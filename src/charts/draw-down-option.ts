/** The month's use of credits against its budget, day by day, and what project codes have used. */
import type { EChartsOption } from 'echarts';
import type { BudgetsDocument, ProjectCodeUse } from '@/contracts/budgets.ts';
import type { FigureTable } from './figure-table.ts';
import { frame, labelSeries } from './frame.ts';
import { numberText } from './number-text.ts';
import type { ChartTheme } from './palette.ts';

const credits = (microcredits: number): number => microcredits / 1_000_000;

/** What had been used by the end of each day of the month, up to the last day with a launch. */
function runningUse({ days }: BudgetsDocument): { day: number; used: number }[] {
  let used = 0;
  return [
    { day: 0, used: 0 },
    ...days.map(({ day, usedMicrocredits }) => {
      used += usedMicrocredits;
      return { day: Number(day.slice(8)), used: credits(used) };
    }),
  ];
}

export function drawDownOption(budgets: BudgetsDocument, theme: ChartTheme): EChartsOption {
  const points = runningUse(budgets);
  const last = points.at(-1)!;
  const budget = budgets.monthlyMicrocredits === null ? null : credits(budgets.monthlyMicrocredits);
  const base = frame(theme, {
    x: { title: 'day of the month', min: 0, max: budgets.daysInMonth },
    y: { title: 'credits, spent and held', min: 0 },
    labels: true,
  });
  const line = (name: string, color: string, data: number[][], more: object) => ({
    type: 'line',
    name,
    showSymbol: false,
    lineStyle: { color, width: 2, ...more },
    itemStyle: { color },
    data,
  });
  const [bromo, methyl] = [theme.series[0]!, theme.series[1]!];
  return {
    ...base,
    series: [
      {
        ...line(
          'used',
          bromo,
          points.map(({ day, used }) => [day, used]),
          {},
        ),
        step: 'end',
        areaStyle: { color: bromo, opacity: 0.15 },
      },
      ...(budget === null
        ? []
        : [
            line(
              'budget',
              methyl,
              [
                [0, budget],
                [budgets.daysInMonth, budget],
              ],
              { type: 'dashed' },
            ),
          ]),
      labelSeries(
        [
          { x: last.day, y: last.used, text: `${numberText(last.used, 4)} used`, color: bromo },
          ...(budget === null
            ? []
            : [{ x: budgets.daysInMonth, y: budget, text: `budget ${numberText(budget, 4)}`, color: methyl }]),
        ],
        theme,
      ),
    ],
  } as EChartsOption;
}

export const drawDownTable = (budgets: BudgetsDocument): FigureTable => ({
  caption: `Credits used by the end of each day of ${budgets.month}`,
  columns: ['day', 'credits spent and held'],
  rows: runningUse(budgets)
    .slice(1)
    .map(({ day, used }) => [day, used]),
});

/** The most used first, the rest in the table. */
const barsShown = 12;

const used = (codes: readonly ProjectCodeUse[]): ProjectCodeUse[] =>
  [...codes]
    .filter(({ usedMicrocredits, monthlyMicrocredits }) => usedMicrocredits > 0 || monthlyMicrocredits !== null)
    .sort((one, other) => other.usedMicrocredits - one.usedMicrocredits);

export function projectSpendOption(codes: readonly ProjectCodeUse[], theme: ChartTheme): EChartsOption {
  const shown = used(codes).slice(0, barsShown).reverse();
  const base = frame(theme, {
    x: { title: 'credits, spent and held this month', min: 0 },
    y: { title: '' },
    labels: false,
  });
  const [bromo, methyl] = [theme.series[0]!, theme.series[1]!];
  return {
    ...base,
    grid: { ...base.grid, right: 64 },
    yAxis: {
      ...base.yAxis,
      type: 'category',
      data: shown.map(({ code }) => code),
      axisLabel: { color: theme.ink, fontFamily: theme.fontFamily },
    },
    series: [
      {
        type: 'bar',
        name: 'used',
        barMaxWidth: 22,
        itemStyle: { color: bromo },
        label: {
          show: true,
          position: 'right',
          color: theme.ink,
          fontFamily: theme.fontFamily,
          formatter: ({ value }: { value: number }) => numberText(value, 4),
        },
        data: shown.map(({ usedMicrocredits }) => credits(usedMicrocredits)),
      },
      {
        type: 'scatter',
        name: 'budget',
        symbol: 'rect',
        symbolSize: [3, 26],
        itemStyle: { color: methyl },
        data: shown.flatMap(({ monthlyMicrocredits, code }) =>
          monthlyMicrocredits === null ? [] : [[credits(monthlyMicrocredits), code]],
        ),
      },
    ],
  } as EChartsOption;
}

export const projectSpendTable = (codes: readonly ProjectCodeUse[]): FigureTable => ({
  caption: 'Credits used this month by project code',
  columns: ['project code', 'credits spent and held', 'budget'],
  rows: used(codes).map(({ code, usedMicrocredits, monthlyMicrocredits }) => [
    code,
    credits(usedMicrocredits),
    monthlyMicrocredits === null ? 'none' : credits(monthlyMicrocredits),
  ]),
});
++++++
Could you copy exactly the lines from the first line of the records above through the line containing "const credits = (microcredits: number): number", both included, and nothing else?

Final answer:
filename src/charts/draw-down-option.ts
/** The month's use of credits against its budget, day by day, and what project codes have used. */
import type { EChartsOption } from 'echarts';
import type { BudgetsDocument, ProjectCodeUse } from '@/contracts/budgets.ts';
import type { FigureTable } from './figure-table.ts';
import { frame, labelSeries } from './frame.ts';
import { numberText } from './number-text.ts';
import type { ChartTheme } from './palette.ts';

const credits = (microcredits: number): number => microcredits / 1_000_000;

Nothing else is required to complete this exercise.